• _Data for processing_:
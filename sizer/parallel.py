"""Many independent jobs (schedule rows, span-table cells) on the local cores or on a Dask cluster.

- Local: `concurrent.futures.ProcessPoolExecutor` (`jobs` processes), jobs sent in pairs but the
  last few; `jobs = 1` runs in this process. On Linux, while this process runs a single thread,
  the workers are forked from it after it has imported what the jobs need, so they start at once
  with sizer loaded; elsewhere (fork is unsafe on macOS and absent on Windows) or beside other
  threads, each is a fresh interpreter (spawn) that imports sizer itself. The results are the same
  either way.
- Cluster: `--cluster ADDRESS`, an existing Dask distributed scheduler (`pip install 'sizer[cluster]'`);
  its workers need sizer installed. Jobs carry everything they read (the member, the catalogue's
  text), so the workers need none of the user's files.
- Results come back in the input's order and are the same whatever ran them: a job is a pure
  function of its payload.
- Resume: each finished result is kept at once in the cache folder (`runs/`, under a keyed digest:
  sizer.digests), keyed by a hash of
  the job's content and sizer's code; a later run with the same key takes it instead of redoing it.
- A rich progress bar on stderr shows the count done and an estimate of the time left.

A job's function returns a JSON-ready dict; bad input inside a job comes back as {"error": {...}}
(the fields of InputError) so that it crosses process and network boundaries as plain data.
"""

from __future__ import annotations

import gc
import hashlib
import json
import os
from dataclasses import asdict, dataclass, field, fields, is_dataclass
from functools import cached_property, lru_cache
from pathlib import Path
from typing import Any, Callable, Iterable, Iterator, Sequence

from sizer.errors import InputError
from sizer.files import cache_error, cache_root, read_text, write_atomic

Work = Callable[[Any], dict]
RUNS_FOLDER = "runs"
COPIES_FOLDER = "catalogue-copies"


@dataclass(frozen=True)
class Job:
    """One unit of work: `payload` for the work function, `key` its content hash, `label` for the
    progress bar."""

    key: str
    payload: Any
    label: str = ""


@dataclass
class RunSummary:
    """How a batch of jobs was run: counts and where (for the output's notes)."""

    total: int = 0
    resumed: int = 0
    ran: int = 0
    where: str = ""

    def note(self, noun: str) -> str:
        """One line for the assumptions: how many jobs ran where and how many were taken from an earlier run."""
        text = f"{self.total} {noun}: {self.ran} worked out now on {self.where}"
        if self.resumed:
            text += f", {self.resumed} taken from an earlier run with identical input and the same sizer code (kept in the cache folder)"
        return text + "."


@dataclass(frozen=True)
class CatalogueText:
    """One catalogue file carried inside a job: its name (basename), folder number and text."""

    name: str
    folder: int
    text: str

• _Problem details_: Report only the number of lines in the records that include the word "payload".

• _Response to this task_: 3